Autor: Ignacio Aguaded

¿Deben cobrar o no cobrar los revisores? El prestigio del árbitro científico

El papel de los revisores/as académicos en el ámbito de las publicaciones científicas se mueve aun en una profunda incertidumbre. La reivindicación para que esta figura se le reconozca su papel es sólida y adquiere cada vez más corpus y consenso.
Partiendo de la premisa de que la evaluación por pares −especialmente ciegos− es la base estructural en la que pivota la calidad de las publicaciones científicas de excelencia, la clarificación del protagonismo del revisor académico no debe estar en cuestión, sino que debe estar reconocido y prestigiado en todos los sistemas de evaluación que se precien.

Scientia

El debate, ya clásico, de si la revisión científica debe ser o no gratificada económicamente ha sido objeto de muchos debates y discusión de investigadores, sin encontrarse hasta ahora un consenso más o menos unánime en la comunidad científica.
La respuesta a esta simple pregunta requiere contextualizarla en un marco mucho más amplio, que supera la mera gratificación de siempre modestas aportaciones, cuando las hay, y que en ningún caso cubre la tarea, la responsabilidad, la formación y el prestigio previo requerido para acometerla.
Hay que enfocar la cuestión. El debate debe girar en torno al prestigio y reconocimiento del revisor como garante de la calidad de los trabajos que se publican, como autentico “portero de la ciencia” −en términos etnográficos, “gatekeeper” en inglés−. Su papel, lejos de ser secundario y baladí, garantiza la publicación de los mejores resultados de investigación, los más relevantes y originales, los más transferibles y significativos. Sin los revisores, los editores tendrían ante sí una labor inabarcable e imposible, porque solo desde la superespecialización, es posible una revisión científica objetiva y discriminatoria, centrada exclusivamente en los objetos investigados.
Teniendo como punto de partida, la esencialidad de los revisores, serán necesarias estrategias que permitan su reconocimiento. Obviamente una de ellas, puede ser el pago de emolumentos por la tarea realizada, pero si estos se produjesen deberían ser proporcionales a la tarea realizada y al bagaje previo exigible para acometerla. Transacciones ridículas o modestos bonos −cheques-regalo¬− para futuras APC −articles processing charges− son más denigrantes que la propia gratuidad porque, al menos en este caso, se valora el aporte intelectual como acción altruista a la comunidad científica y no como un pago “satisfecho” con un importe insignificante.
El pago por la tarea de la revisión científica también está condicionado por múltiples factores.

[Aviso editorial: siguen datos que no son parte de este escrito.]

TEST_CASE("retraining on a drifted pump log promotes a model better on the new process and close on the old") {
    // The incumbent learned power [kW] from flow 20-120 m3/h, head 5-40 m,
    // an even fluid mix; then the process moves to flow 80-170, head 20-55
    // and 70% brine, partly outside what it has seen.
    tenon::plan p = deploy_test::power_plan();
    tenon::model_settings s;
    s.hidden = {32, 32};
    s.epochs = 150;
    s.batch_size = 32;
    s.learning_rate = 0.005;
    s.patience = 15;
    s.seed = 20;
    const auto old_rows = retrain_test::pump_rows(800, 20);
    const auto incumbent = incumbent_of<float>(old_rows, p, s);
    const auto new_rows = retrain_test::pump_rows(800, 21, retrain_test::drifted());
    const auto old_test = retrain_test::pump_rows(500, 23), new_test = retrain_test::pump_rows(500, 22, retrain_test::drifted());

    const auto drift_before = tenon::measure_drift(incumbent.references, new_rows);
    MESSAGE("drift of the new rows against the incumbent's training rows:\n" << tenon::drift_table(drift_before));
    CHECK(drift_before.drifted_count() == 3);

    tenon::retraining_options o;
    o.epochs = 150;
    o.patience = 15;
    o.seed = 1;
    o.created_unix_seconds = 1700000100;
    const auto r = tenon::retrain_model(incumbent, new_rows, o);
    const double incumbent_new = power_rmse(incumbent, new_test), candidate_new = power_rmse(r.candidate, new_test);
    const double incumbent_old = power_rmse(incumbent, old_test), candidate_old = power_rmse(r.candidate, old_test);
    MESSAGE("gate (holdout of " << r.report.holdout_rows << " new rows): RMSE incumbent " << r.report.incumbent_score << " kW, candidate "
                                << r.report.candidate_score << " kW -> " << r.report.decision);
    MESSAGE("new process (500 unseen rows): RMSE incumbent " << incumbent_new << " kW, candidate " << candidate_new << " kW");
    MESSAGE("old process (500 unseen rows): RMSE incumbent " << incumbent_old << " kW, candidate " << candidate_old << " kW");
    MESSAGE("trained on " << r.report.training_rows << " rows (" << r.report.replay_rows << " replay + new), " << r.report.epochs_run
                          << " epochs, stop: " << r.report.stop_reason);
    CHECK(r.report.promoted);
    CHECK(r.report.metric == "rmse");
    CHECK(r.report.replay_rows == 256);
    CHECK(candidate_new < 0.5 * incumbent_new);
    // Stated tolerance on the old process: at most 0.1 kW worse in RMSE
    // (powers there run from about 0.5 to 28 kW; the replay sample keeps 256
    // old rows in training).
    CHECK(candidate_old <= incumbent_old + 0.1);

    // The candidate's references describe what it was trained on, so the
    // new process drifts much less against them.
    const auto drift_after = tenon::measure_drift(r.candidate.references, new_test);
    MESSAGE("drift of new rows against the candidate's training rows:\n" << tenon::drift_table(drift_after));
    CHECK(drift_after.feature("flow").psi < 0.5 * drift_before.feature("flow").psi);
    CHECK(drift_after.feature("fluid").psi < 0.25);
    MESSAGE("report JSON: " << tenon::to_json(r.report));
}
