TEST_CASE("a symlink planted at a temporary name is never written through, and the save fails rather than follow it") {
    const std::string path = temp_path("planted.tnm"), victim = temp_path("victim.txt");
    std::ofstream(victim) << "precious";
    tenon::write_file_atomically(path, text_bytes("old"));
    predictable_file_system fs;
    const std::string known =
        "/tmp/." + std::filesystem::path(path).filename().string() + ".tenon-" + std::to_string(::getpid()) + "-0000000000001234.tmp";
    REQUIRE(::symlink(victim.c_str(), known.c_str()) == 0);
    // Every name is taken (all 16 tries give the same one): EEXIST, nothing
    // written, and the planted link, which the run did not create, stays.
    CHECK_THROWS_WITH_AS(tenon::write_file_atomically(path, text_bytes("new"), fs), doctest::Contains(std::strerror(EEXIST)), tenon::error);
    CHECK(file_text(victim) == "precious");
    CHECK(file_text(path) == "old");
    struct stat st {};
    CHECK(::lstat(known.c_str(), &st) == 0);
    CHECK(S_ISLNK(st.st_mode));
    CHECK(fs.created_modes.empty());
    // Names of the former scheme ("NAME.tmp-PID-N") are no longer used:
    // links planted there are left alone and the save succeeds.
    std::vector<std::string> old_names;
    for (int n = 0; n < 64; ++n) {
        old_names.push_back(path + ".tmp-" + std::to_string(::getpid()) + "-" + std::to_string(n));
        REQUIRE(::symlink(victim.c_str(), old_names.back().c_str()) == 0);
    }
    tenon::write_file_atomically(path, text_bytes("new"));
    CHECK(file_text(path) == "new");
    CHECK(file_text(victim) == "precious");
    for (const auto& name : old_names) std::remove(name.c_str());
    std::remove(known.c_str());
    std::remove(victim.c_str());
    std::remove(path.c_str());
}
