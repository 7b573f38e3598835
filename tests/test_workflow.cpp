// Tests of the workflow: plan measured on training rows only, a fitted model
// scored in original units, and cross-validation's refit per fold.
#include <doctest/doctest.h>

#include <cmath>
#include <sstream>
#include <string>

#include <tenon/prep/csv.hpp>
#include <tenon/train/workflow.hpp>

namespace {

// An invented cooling-pump log: flow [m3/h], head [m], fluid type, motor
// power [kW] = flow * head * density factor / efficiency + noise.
tenon::table pump_table(std::size_t n, std::uint64_t seed) {
    tenon::random_engine rng(seed);
    std::ostringstream csv;
    csv << "flow,head,fluid,power\n";
    const char* fluids[] = {"water", "glycol", "brine"};
    const double density[] = {1.0, 1.07, 1.2};
    for (std::size_t i = 0; i < n; ++i) {
        const double flow = rng.uniform(20.0, 120.0), head = rng.uniform(5.0, 40.0);
        const auto f = static_cast<std::size_t>(rng.below(3));
        const double efficiency = 0.55 + 0.25 * std::exp(-std::pow((flow - 70.0) / 40.0, 2));
        const double power = flow * head * density[f] / (367.0 * efficiency) + rng.normal(0.0, 0.05);
        csv << flow << "," << head << "," << fluids[f] << "," << power << "\n";
    }
    std::istringstream in(csv.str());
    return tenon::read_csv(in, {}, "pump.csv");
}

}  // namespace

TEST_CASE("fit_model measures the plan on the training rows only") {
    const auto t = pump_table(400, 1);
    tenon::plan p;
    p.set_target("power", tenon::target_kind::regression);
    const auto split = tenon::random_holdout(t.row_count(), {0.5, 0.25, 0.25}, 3);
    tenon::model_settings s;
    s.epochs = 3;
    auto m = tenon::fit_model<float>(t, p, split.train, split.validation, s);
    const auto on_train = p.measure(t, split.train);
    std::vector<std::size_t> all(t.row_count());
    for (std::size_t i = 0; i < all.size(); ++i) all[i] = i;
    const auto on_all = p.measure(t, all);
    CHECK(m.plan.feature_scaling("flow") == on_train.feature_scaling("flow"));
    CHECK_FALSE(m.plan.feature_scaling("flow") == on_all.feature_scaling("flow"));
    CHECK(m.plan.target_scaling() == on_train.target_scaling());
    CHECK(m.train_rows == split.train.size());
    CHECK(m.validation_rows == split.validation.size());
}

TEST_CASE("a fitted regression model is scored in the target's original units") {
    const auto t = pump_table(1200, 2);
    tenon::plan p;
    p.set_target("power", tenon::target_kind::regression);
    const auto split = tenon::random_holdout(t.row_count(), {0.7, 0.15, 0.15}, 4);
    tenon::model_settings s;
    s.hidden = {32, 16};
    s.learning_rate = 3e-3;
    s.epochs = 150;
    s.patience = 20;
    auto m = tenon::fit_model<float>(t, p, split.train, split.validation, s);
    const auto e = tenon::evaluate_model(m, t, split.test);
    CHECK_FALSE(e.classification);
    CHECK(e.rows == split.test.size());
    // Power spans about 0.3 to 25 kW; a fitted model explains nearly all of
    // it, and its error is in kW, far above the scaled units' ~0.01.
    CHECK(e.r2 > 0.98);
    CHECK(e.rmse < 0.8);
    CHECK(e.mae > 0.01);
}

TEST_CASE("ridge least squares recovers the coefficients of a noiseless linear relation") {
    // y = 2 x0 - 3 x1 + 0.5 x2 + 1 exactly: least squares reproduces it (the
    // normal equations, Gauss 1809); the tiny ridge moves it by far less than 1e-3.
    tenon::random_engine rng(21);
    tenon::matrix<double> x({50, 3}), y({50, 1});
    for (std::size_t i = 0; i < 50; ++i) {
        for (std::size_t k = 0; k < 3; ++k) x(i, k) = rng.uniform(-2.0, 2.0);
        y(i, 0) = 2 * x(i, 0) - 3 * x(i, 1) + 0.5 * x(i, 2) + 1;
    }
    const auto fit = tenon::fit_least_squares(x, y);
    CHECK(fit.weights[0] == doctest::Approx(2.0).epsilon(1e-3));
    CHECK(fit.weights[1] == doctest::Approx(-3.0).epsilon(1e-3));
    CHECK(fit.weights[2] == doctest::Approx(0.5).epsilon(1e-3));
    CHECK(fit.intercept[0] == doctest::Approx(1.0).epsilon(1e-3));
    // A repeated column (as one-hot groups give) still has a solution.
    tenon::matrix<double> twice({50, 2});
    for (std::size_t i = 0; i < 50; ++i) twice(i, 0) = twice(i, 1) = x(i, 0);
    const auto shared = tenon::fit_least_squares(twice, y);
    CHECK(std::isfinite(shared.weights[0]));
    CHECK(shared.weights[0] == doctest::Approx(shared.weights[1]));
    CHECK_THROWS_WITH(tenon::fit_least_squares(x, tenon::matrix<double>({4, 1})), doctest::Contains("50 feature rows and 4 target rows"));
}

TEST_CASE("by default a regression network has a linear path and is scored beside its baseline") {
    // An invented press: force = 3 stroke + 2 speed + noise, plus a small
    // curvature in temperature; the test rows lie beyond the training range
    // of the stroke (a chronological drift), where a network without a
    // linear path flattens out.
    tenon::random_engine rng(22);
    std::ostringstream csv;
    csv << "stroke,speed,temperature,force\n";
    for (std::size_t i = 0; i < 300; ++i) {
        const double stroke = 10.0 + 0.1 * static_cast<double>(i) + rng.uniform(-1.0, 1.0), speed = rng.uniform(0.0, 5.0);
        const double temperature = rng.uniform(20.0, 40.0);
        csv << stroke << "," << speed << "," << temperature << ","
            << 3 * stroke + 2 * speed + 0.05 * (temperature - 30) * (temperature - 30) + rng.normal(0.0, 0.3) << "\n";
    }
    std::istringstream in(csv.str());
    const auto t = tenon::read_csv(in, {}, "press.csv");
    tenon::plan p;
    p.set_target("force", tenon::target_kind::regression);
    std::vector<std::size_t> train, validation, test;
    for (std::size_t i = 0; i < 300; ++i) (i < 200 ? train : i < 240 ? validation : test).push_back(i);
    tenon::model_settings s;
    s.seed = 3;
    auto m = tenon::fit_model<float>(t, p, train, validation, s);
    CHECK(m.net.describe().children.front().kind == "linear_bypass");
    const auto model = tenon::evaluate_model(m, t, test), baseline = tenon::evaluate_baseline(m, t, test);
    MESSAGE("press: network test RMSE " << model.rmse << ", baseline " << baseline.rmse << ", kept baseline " << m.kept_baseline);
    // The baseline misses the curvature (its spread is 0.05 x 10^2 = 5 at the
    // edges); the network learns it and, with its linear path, still
    // extrapolates in the stroke.
    CHECK(model.rmse < baseline.rmse);
    s.linear_path = false;
    auto plain = tenon::fit_model<float>(t, p, train, validation, s);
    CHECK(plain.net.describe().children.front().kind == "dense");
    const double plain_rmse = tenon::evaluate_model(plain, t, test).rmse;
    MESSAGE("press: without the linear path " << plain_rmse);
    CHECK(model.rmse < plain_rmse);
}

TEST_CASE("the baseline is shipped when the network does not beat it on validation") {
    // A target of pure noise: nothing beyond its mean can be learned, and a
    // network fitted to the training rows' noise does worse than the ridge
    // line on new rows, so fit_model ships the baseline; the model's
    // predictions are then the baseline's.
    tenon::random_engine rng(23);
    std::ostringstream csv;
    csv << "a,b,c,noise\n";
    for (std::size_t i = 0; i < 200; ++i) csv << rng.normal(0.0, 1.0) << "," << rng.normal(0.0, 1.0) << "," << rng.normal(0.0, 1.0) << "," << rng.normal(0.0, 1.0) << "\n";
    std::istringstream in(csv.str());
    const auto t = tenon::read_csv(in, {}, "noise.csv");
    tenon::plan p;
    p.set_target("noise", tenon::target_kind::regression);
    const auto split = tenon::random_holdout(t.row_count(), {0.6, 0.2, 0.2}, 24);
    tenon::model_settings s;
    s.seed = 4;
    s.ensemble = 1;  // one network: an average of several fits less of the noise
    auto m = tenon::fit_model<double>(t, p, split.train, split.validation, s);
    CHECK(m.kept_baseline);
    CHECK(m.baseline_validation_loss < m.network_validation_loss);
    const auto model = tenon::evaluate_model(m, t, split.test), baseline = tenon::evaluate_baseline(m, t, split.test);
    CHECK(model.rmse == doctest::Approx(baseline.rmse).epsilon(1e-9));
}

TEST_CASE("a classification model carries a logistic-regression baseline") {
    const auto t = pump_table(300, 25);
    tenon::plan p;
    p.set_target("fluid", tenon::target_kind::classification);
    const auto split = tenon::random_holdout(t.row_count(), {0.6, 0.2, 0.2}, 26);
    tenon::model_settings s;
    s.seed = 5;
    auto m = tenon::fit_model<float>(t, p, split.train, split.validation, s);
    CHECK(m.baseline.class_scores);
    CHECK(m.baseline.outputs == 3);
    const auto b = tenon::evaluate_baseline(m, t, split.test);
    CHECK(b.classification);
    CHECK(b.rows == split.test.size());
    // The fluid shows only through power / (flow x head) (a density factor
    // of 1, 1.07 or 1.2): no linear function of the columns separates it
    // well, so the logistic baseline stays well below perfect, and the
    // network beats it on validation.
    CHECK(b.accuracy < 0.9);
    CHECK(m.network_validation_loss < m.baseline_validation_loss);
    CHECK_FALSE(m.kept_baseline);
}

TEST_CASE("a seed ensemble is the same for any thread count, and its size follows the row count") {
    const auto t = pump_table(240, 27);
    tenon::plan p;
    p.set_target("power", tenon::target_kind::regression);
    const auto split = tenon::random_holdout(t.row_count(), {0.6, 0.2, 0.2}, 28);
    tenon::model_settings s;
    s.hidden = {16};
    s.epochs = 20;
    s.seed = 6;
    s.ensemble = 3;
    auto one_thread = tenon::fit_model<float>(t, p, split.train, split.validation, s);
    s.threads = 2;  // the members train side by side
    auto two_threads = tenon::fit_model<float>(t, p, split.train, split.validation, s);
    REQUIRE(one_thread.member_count() == 3);
    REQUIRE(two_threads.member_count() == 3);
    const auto features = one_thread.plan.apply<float>(t, split.test).features;
    const auto a = tenon::predict_prepared(one_thread, features), b = tenon::predict_prepared(two_threads, features);
    CHECK(a == b);
    // Members from different seeds differ; the first is the single network of the same seed.
    CHECK_FALSE(tenon::network_outputs(one_thread.members[0], features) == tenon::network_outputs(one_thread.net, features));
    s.threads = 1;
    s.ensemble = 1;
    auto single = tenon::fit_model<float>(t, p, split.train, split.validation, s);
    CHECK(tenon::network_outputs(single.net, features) == tenon::network_outputs(one_thread.net, features));
    // The default: 5 members under 10,000 training rows.
    s.ensemble = 0;
    s.epochs = 2;
    CHECK(tenon::fit_model<float>(t, p, split.train, split.validation, s).member_count() == 5);
}

TEST_CASE("cross-validation refits per fold and reports mean and spread") {
    const auto t = pump_table(300, 5);
    tenon::plan p;
    p.set_target("fluid", tenon::target_kind::classification);
    const auto folds = tenon::k_folds(t.row_count(), 3, 6);
    tenon::model_settings s;
    s.hidden = {8};
    s.epochs = 5;
    const auto r = tenon::cross_validate<double>(t, p, folds, s);
    REQUIRE(r.folds.size() == 3);
    REQUIRE(r.metrics.size() == 3);
    CHECK(r.metrics[0].name == "accuracy");
    double mean = 0, ss = 0;
    for (const auto& f : r.folds) mean += f.accuracy / 3.0;
    for (const auto& f : r.folds) ss += (f.accuracy - mean) * (f.accuracy - mean);
    CHECK(r.metrics[0].mean == doctest::Approx(mean));
    CHECK(r.metrics[0].standard_deviation == doctest::Approx(std::sqrt(ss / 2.0)));
    std::size_t scored = 0;
    for (const auto& f : r.folds) scored += f.rows;
    CHECK(scored == t.row_count());  // every row is scored exactly once
}

TEST_CASE("workflow errors") {
    const auto t = pump_table(50, 7);
    tenon::plan p;
    p.set_target("power", tenon::target_kind::regression);
    tenon::model_settings s;
    s.loss_given = true;
    s.loss = tenon::loss_kind::cross_entropy;
    std::vector<std::size_t> rows{0, 1, 2, 3, 4, 5, 6, 7};
    CHECK_THROWS_WITH_AS(tenon::fit_model<float>(t, p, rows, {}, s),
                         "[train.option.invalid] fit_model: the cross-entropy loss does not fit a regression target", tenon::error);
    CHECK_THROWS_WITH_AS(tenon::parse_update_kind("sgd2"),
                         "[train.option.invalid] unknown optimizer 'sgd2' (gd, momentum, nesterov, adam, adamw, rmsprop, adagrad)",
                         tenon::error);
    CHECK(tenon::parse_loss_kind("huber") == tenon::loss_kind::huber);
    CHECK(tenon::parse_update_kind("nesterov") == tenon::update_kind::nesterov);
    CHECK(std::string(tenon::make_update_rule<float>(tenon::update_kind::nesterov)->kind()) == "nesterov");
}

En las editoriales multinacionales, con enormes recursos y miles de suscripciones de lectores y bibliotecas, así con pagos por publicación (APC), es mucho más comprensible -y exigible− que incentiven las revisiones con contraprestaciones económicas. En cambio, las revistas científicas “open access” −sin embargos para las lecturas−, y que además no cuentan con pagos por publicación (APC), es mucho más difícil entender estos emolumentos, dado que sus economías se basan en ingresos escasos y por tanto gastos mínimos. Este último modelo es el más asentado en el mundo latino, donde la gratuidad de todo el proceso es el más común, también la tarea de las revisiones.
En suma, si entendemos el proceso de las revisiones como una tarea concatenada en el complejo mundo de las publicaciones científicas, donde lectores, autores, revisores y editores confluyen y entremezclan permanentemente sus papeles −al menos los tres primeros−, es comprensible que la tarea revisora se entienda como la contraprestación necesaria a la potencial acción de autoría sin costes y también de lectura en acceso libre. Siendo claros, si cuando sometemos como autores un trabajo a revisión queremos que esta labor nos sea gratuita, ¿Cómo nos vamos a negar luego a que también nosotros revisemos los trabajos de otros? Si leemos los trabajos de revistas, sin pagos por lectura, ni embargos, ni suscripciones, ¿cómo nos vamos a negar en colaborar, seleccionado los mejores trabajos para su publicación? Obviamente, si no hay reciprocidad y cooperación, el circuito de la publicación científica se desploma.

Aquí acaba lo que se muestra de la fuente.